Portable Cervical Cancer Screening
achel Barrera, Marlee Krieger, Jenna Mueller, Mercy Asiedu and Nimmi Ramanujam. Credit: Duke Global Health Institute
January was Cervical Health Awareness Month, and this year, that designation held special significance for Nimmi Ramanujam, professor of biomedical engineering and global health and director of the Center for Global Women’s Health Technologies.
Since 2012, she and her research team have been developing and testing a portable colposcope, called the “Pocket Colposcope,” to increase access to cervical cancer screening in primary care settings. Last month, 20 of these devices were produced for distribution to international partners.
Screening is key to early detection and effective treatment
According to the World Health Organization (WHO), more than 85 percent of the more than 270,000 annual deaths from cervical cancer occur in low and middle income countries. The disease is easily treatable if identified early, but because access to effective screening is limited in low-resource settings, early detection is often not possible.
And even if access to screening is available, for example via human papilloma virus (HPV) testing, a confirmatory test is needed before a woman can receive treatment. In the United States, this test is performed through colposcopy. However, a clinical colposcope is typically not available in a primary care setting, and in many low and middle income countries, often the alternative is to visualize the cervix with only the naked eye—a method that often results in missed diagnoses. The cost of a clinical colposcope—upwards of $20,000—presents yet another barrier.
The Pocket Colposcope is designed to address these barriers. It brings that secondary test—traditionally performed using a clinical colposcope by physicians at referral centers—to the primary care setting. In addition, it’s easy for a broad range of health care providers with different levels of training to use.

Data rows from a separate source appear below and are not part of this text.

//! The vessel's profile model and its fits. Across a vessel, the
//! normalised intensity is that of an absorbing cylinder ([`shape`]); a
//! central light reflex, where present, gives back a share ρ of the light
//! the axis absorbs over the central third of the diameter; and the eye's
//! and camera's optics blur it all with a point-spread function, taken as
//! a Gaussian of known SD ([`Blur`], from the instrument's `psf_sd_px`).
//!
//! Without a blur the profile analysis fits the cylinder alone and finds a
//! reflex as a bump ([`super::profile`]). With one, the blurred model is
//! fitted ([`fit_blurred`]), with the reflex's share where it lowers the
//! residual significantly: a blur of 1–2 px both widens the vessel (about
//! +17 % at σ = 1.5 px on a 130 µm vessel) and flattens the reflex's bump
//! below what a bump test sees. The fit gives the vessel's centre and
//! width; the transmission is still read from the data on the centre line.
//! To first order the blur scales the vessel's depth there by a factor
//! H < 1 (the kernel's mean of the cylinder's profile), `1 − H·A`, and a
//! reflex gives back `ρ(1 − T)` of the light: both have the form of a
//! veil, `k + (1 − k)·T`, which the multiband fits' veil takes up. Removing it with the fitted depth and
//! share did worse on simulated studies (their depth overshoots at strong
//! absorption, and a share decided position by position breaks the joint
//! fit's veil along the segment): DEVELOPERS.md has the figures.

use crate::fit::small::SmallProblem;
use crate::fit::{Options, minimize};

/// Vessel shape and its derivatives in (A, c, r, κ): a cylinder of
/// absorption strength κ seen in transmission,
/// `1 − A·(1 − e^(−κ√(1 − u²)))/(1 − e^(−κ))`, which tends to the chord
/// profile `1 − A·√(1 − u²)` for weak absorption and flattens as κ grows.
/// `ek` is `e^(−κ)`, the same for every sample of one evaluation.
pub(crate) fn shape(s: f64, p: &[f64], ek: f64) -> (f64, [f64; 4]) {
    let (a, c, r, k) = (p[0], p[1], p[2], p[3]);
    let u = (s - c) / r;
    let g = 1.0 - u * u;
    if g <= 0.0 {
        return (1.0, [0.0; 4]);
    }
    let q = g.sqrt();
    let e = (-k * q).exp();
    let d = 1.0 - ek;
    let h = (1.0 - e) / d;
    let dh_dk = (q * e * d - (1.0 - e) * ek) / (d * d);
    let dq = if q > 1e-9 {
        a * k * e * u / (d * q * r)
    } else {
        0.0
    };
    (1.0 - a * h, [-h, -dq, -dq * u, -a * dh_dk])
}

/// Fits the shape to `(s, p)`; `fixed` holds (c, r) when only A and β are free.
pub(crate) fn fit_shape(
    s: &[f64],
    p: &[f64],
    start: [f64; 4],
    fixed: Option<(f64, f64)>,
    half: f64,
) -> ([f64; 4], f64) {
    fit_shape_masked(s, p, start, fixed, half, None, &[])
}

/// The box the shape fit searches, (A, c, r, κ): depth 0–1, centre within
/// half the profile's half-length of the segment, radius from 1 px to 0.9 of
/// the half-length, κ 0.01–30.
pub(crate) fn shape_bounds(half: f64) -> ([f64; 4], [f64; 4]) {
    (
        [0.0, -half / 2.0, 1.0, 0.01],
        [1.0, half / 2.0, half * 0.9, 30.0],
    )
}

/// Did the fit end on a limit of its box in depth (none), centre or
/// radius? Such a fit has not found the vessel: the optimum lies outside
/// what a profile across this segment can show (another vessel, a crossing,
/// or no vessel at all), and where it stops depends on the path the solver
/// took, not on the data.
pub(crate) fn at_limit(q: &[f64; 4], half: f64) -> bool {
    let (lo, hi) = shape_bounds(half);
    let near = |v: f64, b: f64| (v - b).abs() <= 1e-9 * b.abs().max(1.0);
    near(q[0], lo[0]) || (1..3).any(|k| near(q[k], lo[k]) || near(q[k], hi[k]))
}

/// As [`fit_shape`], leaving out the samples inside `skip` (a central
/// reflex); the rms is over the samples used.
pub(crate) fn fit_shape_masked(
    s: &[f64],
    p: &[f64],
    start: [f64; 4],
    fixed: Option<(f64, f64)>,
    half: f64,
    skip: Option<(f64, f64)>,
    keep: &[bool],
) -> ([f64; 4], f64) {
    let used = |i: usize, x: f64| {
        keep.get(i) != Some(&false) && skip.is_none_or(|(lo, hi)| x <= lo || x >= hi)
    };
    let n_used = s
        .iter()
        .enumerate()
        .filter(|(i, x)| used(*i, **x))
        .count()
        .max(1);
    // Residual and shape derivatives of each sample in use.
    let rows = |q: &[f64; 4], out: &mut dyn FnMut(f64, &[f64; 4])| {
        let ek = (-q[3]).exp();
        for (i, (x, v)) in s.iter().zip(p).enumerate() {
            if used(i, *x) {
                let (m, d) = shape(*x, q, ek);
                out(m - v, &d);
            }
        }
        true
    };
    let options = Options {
        max_iterations: 200,
        ftol: 1e-12,
        xtol: 1e-12,
        gtol: 1e-12,
        tau: 1e-3,
    };
    // QR, not the normal equations: see `fit::small`.
    let (q, cost) = match fixed {
        Some((c, r)) => {
            let model = |x: &[f64; 2], out: &mut dyn FnMut(f64, &[f64; 2])| {
                rows(&[x[0], c, r, x[1]], &mut |res, d| out(res, &[d[0], d[3]]))
            };
            let problem = SmallProblem::new(&model, [0.0, 0.01], [1.0, 30.0]).with_qr();
            let rep = minimize(&problem, &[start[0], start[3]], &options);
            ([rep.x[0], c, r, rep.x[1]], rep.cost)
        }
        None => {
            let (lo, hi) = shape_bounds(half);
            let problem = SmallProblem::new(&rows, lo, hi).with_qr();
            let rep = minimize(&problem, &start, &options);
            ([rep.x[0], rep.x[1], rep.x[2], rep.x[3]], rep.cost)
        }
    };
    (q, (2.0 * cost / n_used as f64).sqrt())
}

/// The reflex covers the central third of the diameter, |u| < 1/3.
const REFLEX_HALF_WIDTH: f64 = 1.0 / 3.0;

/// Fine-grid points per profile sample for the blurred model.
const SUB: usize = 4;

/// A Gaussian point-spread function on a profile's equally spaced
/// samples: the unblurred model is evaluated on a grid [`SUB`] times finer
/// and summed with the kernel's weights at each sample (to 4 SD). The
/// reflex's edges are taken by each fine cell's share inside them, so that
/// the model moves smoothly with the centre and radius.
#[derive(Debug, Clone)]
pub(crate) struct Blur {
    step: f64,
    kernel: Vec<f64>,
    reach: usize,
}

impl Blur {
    /// `None` without a blur (SD 0).
    pub(crate) fn new(sd_px: f64, sample_step: f64) -> Option<Blur> {
        if !(sd_px > 0.0) {
            return None;
        }
        let step = sample_step / SUB as f64;
        let reach = (4.0 * sd_px / step).ceil() as usize;
        let mut kernel: Vec<f64> = (0..=2 * reach)
            .map(|k| {
                let d = (k as f64 - reach as f64) * step;
                (-0.5 * d * d / (sd_px * sd_px)).exp()
            })
            .collect();
        let sum: f64 = kernel.iter().sum();
        kernel.iter_mut().for_each(|w| *w /= sum);
        Some(Blur {
            step,
            kernel,
            reach,
        })
    }

    /// The blurred model at each sample of `s` (spaced by the sample step
    /// given to [`Blur::new`]) with its derivatives in (A, c, r, κ, ρ):
    /// `out(i, model, derivatives)`.
    pub(crate) fn eval(&self, s: &[f64], q: &[f64; 5], out: &mut dyn FnMut(usize, f64, &[f64; 5])) {
        let (c, r, rho) = (q[1], q[2], q[4]);
        let n_fine = (s.len().saturating_sub(1)) * SUB + 1 + 2 * self.reach;
        let x0 = s[0] - self.reach as f64 * self.step;
        let ek = (-q[3]).exp();
        let h = self.step;
        // 1 − S and the derivatives of S, on the fine points inside the vessel.
        let lo = ((c - r - x0) / h).floor().max(0.0) as usize;
        let hi = ((((c + r - x0) / h).ceil().max(0.0)) as usize + 1).min(n_fine);
        let inside: Vec<(f64, [f64; 5])> = (lo..hi.max(lo))
            .map(|j| {
                let x = x0 + j as f64 * h;
                let (m, d) = shape(x, &q[..4], ek);
                // The cell's share inside the reflex band [c − w, c + w].
                let w = REFLEX_HALF_WIDTH * r;
                let (top, bottom) = ((x + 0.5 * h).min(c + w), (x - 0.5 * h).max(c - w));
                let (share, dshare_dc, dshare_dr) = if top > bottom {
                    let up = (c + w < x + 0.5 * h) as u8 as f64;
                    let down = (c - w > x - 0.5 * h) as u8 as f64;
                    (
                        (top - bottom) / h,
                        (up - down) / h,
                        REFLEX_HALF_WIDTH * (up + down) / h,
                    )
                } else {
                    (0.0, 0.0, 0.0)
                };
                // S = S0 + ρ·share·(1 − S0).
                let g = rho * share;
                let lift = 1.0 - m;
                (
                    (1.0 - g) * lift,
                    [
                        (1.0 - g) * d[0],
                        (1.0 - g) * d[1] + rho * dshare_dc * lift,
                        (1.0 - g) * d[2] + rho * dshare_dr * lift,
                        (1.0 - g) * d[3],
                        share * lift,
                    ],
                )
            })
            .collect();
        for i in 0..s.len() {
            let at = i * SUB + self.reach;
            let (a, b) = ((at - self.reach).max(lo), (at + self.reach + 1).min(hi));
            let mut m = 1.0;
            let mut d = [0.0; 5];
            for j in a..b.max(a) {
                let wgt = self.kernel[j + self.reach - at];
                let (one_minus, dd) = &inside[j - lo];
                m -= wgt * one_minus;
                for t in 0..5 {
                    d[t] += wgt * dd[t];
                }
            }
            out(i, m, &d);
        }
    }
}

/// Which parameters of the blurred model a fit frees; the others keep
/// their start values.
#[derive(Debug, Clone, Copy, PartialEq, Eq)]
pub(crate) enum Free {
    /// (A, c, r, κ, ρ).
    All,
    /// (A, c, r, κ): a vessel without a reflex.
    Shape,
}

/// Fits the blurred model with its reflex share to `(s, p)`, freeing
/// `free`. Returns (A, c, r, κ, ρ) and the RMS residual.
pub(crate) fn fit_blurred(
    s: &[f64],
    p: &[f64],
    start: [f64; 5],
    free: Free,
    half: f64,
    blur: &Blur,
    keep: &[bool],
) -> ([f64; 5], f64) {
    let options = Options {
        max_iterations: 200,
        ftol: 1e-12,
        xtol: 1e-12,
        gtol: 1e-12,
        tau: 1e-3,
    };
    let rows = |q: &[f64; 5], out: &mut dyn FnMut(f64, &[f64; 5])| {
        blur.eval(s, q, &mut |i, m, d| {
            if keep.get(i) != Some(&false) {
                out(m - p[i], d)
            }
        });
        true
    };
    let (lo, hi) = shape_bounds(half);
    let (q, cost) = match free {
        Free::Shape => {
            let model = |x: &[f64; 4], out: &mut dyn FnMut(f64, &[f64; 4])| {
                rows(&[x[0], x[1], x[2], x[3], 0.0], &mut |res, d| {
                    out(res, &[d[0], d[1], d[2], d[3]])
                })
            };
            let problem = SmallProblem::new(&model, lo, hi).with_qr();
            let rep = minimize(&problem, &start[..4], &options);
            ([rep.x[0], rep.x[1], rep.x[2], rep.x[3], 0.0], rep.cost)
        }
        Free::All => {
            let problem = SmallProblem::new(
                &rows,
                [lo[0], lo[1], lo[2], lo[3], 0.0],
                [hi[0], hi[1], hi[2], hi[3], MAX_REFLEX_SHARE],
            )
            .with_qr();
            let rep = minimize(&problem, &start, &options);
            ([rep.x[0], rep.x[1], rep.x[2], rep.x[3], rep.x[4]], rep.cost)
        }
    };
    let n_used = (0..s.len())
        .filter(|i| keep.get(*i) != Some(&false))
        .count();
    (q, (2.0 * cost / n_used.max(1) as f64).sqrt())
}

/// The largest share of the absorbed light a reflex may give back.
const MAX_REFLEX_SHARE: f64 = 0.9;

#[cfg(test)]
mod tests {
    use super::*;

    fn samples() -> Vec<f64> {
        (0..=64).map(|i| -16.0 + 0.5 * i as f64).collect()
    }

    fn model(blur: &Blur, s: &[f64], q: &[f64; 5]) -> (Vec<f64>, Vec<[f64; 5]>) {
        let (mut m, mut d) = (vec![0.0; s.len()], vec![[0.0; 5]; s.len()]);
        blur.eval(s, q, &mut |i, v, g| {
            m[i] = v;
            d[i] = *g;
        });
        (m, d)
    }

    #[test]
    fn the_blurred_models_derivatives_match_central_differences() {
        let s = samples();
        let blur = Blur::new(1.5, 0.5).unwrap();
        // Away from a fine-grid point on the vessel's edge, where the
        // cylinder's √(1 − u²) has no derivative.
        for q in [
            [0.6, 0.3137, 5.2119, 2.0, 0.0],
            [0.8, -1.1071, 7.7043, 6.0, 0.35],
            [0.3, 0.0519, 3.1093, 0.5, 0.6],
        ] {
            let (_, d) = model(&blur, &s, &q);
            for k in 0..5 {
                let h = 1e-6 * q[k].abs().max(1.0);
                let (mut up, mut down) = (q, q);
                up[k] += h;
                down[k] -= h;
                let (mu, _) = model(&blur, &s, &up);
                let (md, _) = model(&blur, &s, &down);
                for i in 0..s.len() {
                    let fd = (mu[i] - md[i]) / (2.0 * h);
                    assert!(
                        (fd - d[i][k]).abs() < 1e-5 * (1.0 + fd.abs()),
                        "q {q:?}, parameter {k}, sample {i}: {fd} vs {}",
                        d[i][k]
                    );
                }
            }
        }
    }

    #[test]
    fn a_narrow_blur_leaves_the_sharp_cylinder_and_any_blur_keeps_its_area() {
        let s = samples();
        let q: [f64; 5] = [0.7, 0.4, 6.0, 3.0, 0.0];
        let ek = (-q[3]).exp();
        let sharp: Vec<f64> = s.iter().map(|x| shape(*x, &q[..4], ek).0).collect();
        let (narrow, _) = model(&Blur::new(0.05, 0.5).unwrap(), &s, &q);
        for (a, b) in sharp.iter().zip(&narrow) {
            assert!((a - b).abs() < 0.02, "{a} vs {b}");
        }
        // The light the vessel takes away is the same, blurred or not.
        let (wide, _) = model(&Blur::new(2.0, 0.5).unwrap(), &s, &q);
        let area = |v: &[f64]| v.iter().map(|m| 1.0 - m).sum::<f64>() * 0.5;
        assert!(
            (area(&wide) / area(&sharp) - 1.0).abs() < 0.01,
            "{} vs {}",
            area(&wide),
            area(&sharp)
        );
        assert!(Blur::new(0.0, 0.5).is_none());
    }

    #[test]
    fn a_blurred_profile_is_fitted_back_to_its_parameters() {
        let s = samples();
        let blur = Blur::new(1.5, 0.5).unwrap();
        for truth in [[0.6, 0.4, 5.5, 2.0, 0.0], [0.7, -0.3, 6.5, 3.0, 0.4]] {
            let (p, _) = model(&blur, &s, &truth);
            let start = [0.4, 0.0, 4.0, 1.0, if truth[4] > 0.0 { 0.2 } else { 0.0 }];
            let free = if truth[4] > 0.0 {
                Free::All
            } else {
                Free::Shape
            };
            let (q, rms) = fit_blurred(&s, &p, start, free, 16.0, &blur, &[]);
            assert!(rms < 1e-6, "{truth:?}: rms {rms}");
            for k in 0..5 {
                assert!((q[k] - truth[k]).abs() < 1e-3, "{truth:?}: {q:?}");
            }
        }
    }
}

About the pocket colposcope
After four generations of development, the team has created a beta prototype of the Pocket Colposcope in collaboration with product design and development company 3rd Stone Design, Inc.
The Pocket Colposcope is significantly less expensive, smaller and lighter than a traditional clinical colposcope. Weighing less than two pounds, it fits inside a pocket (hence the name). The device enables healthcare providers to zoom and capture images by pressing a button with their thumb. Images taken with the Pocket Colposcope are transmitted instantly to a smartphone, tablet or laptop.
Afterwards, the device can be sterilized by immersion in bleach or hydrogen peroxide.
“What’s unique about this design compared to traditional and redesigned, low-cost colposcopes on the market is that it reimagines the way a gynecological exam is performed,” said Ramanujam. Rather than visualizing the cervix from outside the speculum (the instrument that separates the vaginal walls during cervical exams), as other colposcopes do, the Pocket Colposcope can be used inside a speculum or even without a speculum.
Traditional colposcopes have a camera and light source and a binocular viewing system to examine the cervix. Thus the colposcope is external to the cervix. The Pocket colposcope does not have a viewing system, but rather has a consumer grade light source and camera at the tip, that when inserted can provide a live video or image of the cervix on a laptop or tablet. The ability to insert the colposcope through a speculum enables a close-up view of the cervix (three centimeters rather than 30 centimeters away from the cervix), alleviating the need for high-end optics and high-resolution cameras, which make traditional colposcopes expensive.
Image quality rivals that of traditional colposcopes
The Pocket Colposcope provides image quality that rivals the best colposcope on the market. Side-by-side images read by an expert shows that the images obtained with the Pocket Colposcope result in the same diagnosis as a high-end clinical colposcope (Leisegang Optik).
The Pocket Colposcope is currently being used in clinical investigations in hospitals in the United States (112 patients), Peru (149 patients), Kenya (100 patients) and Tanzania (27 patients) and will soon be implemented in studies in Honduras.
An article describing some of these results is currently in press with the Journal of Lower Genital Tract Disease. John Schmitt, professor of obstetrics and gynecology and global health, will be presenting research results at the International Federation of Cervical Pathology and Colposcopy World Congress in April. Ramanujam will present the team’s findings at the Congreso Internacional de Colposcopia y Patologia del Tracto Genital Inferior in Lima, Peru, in May.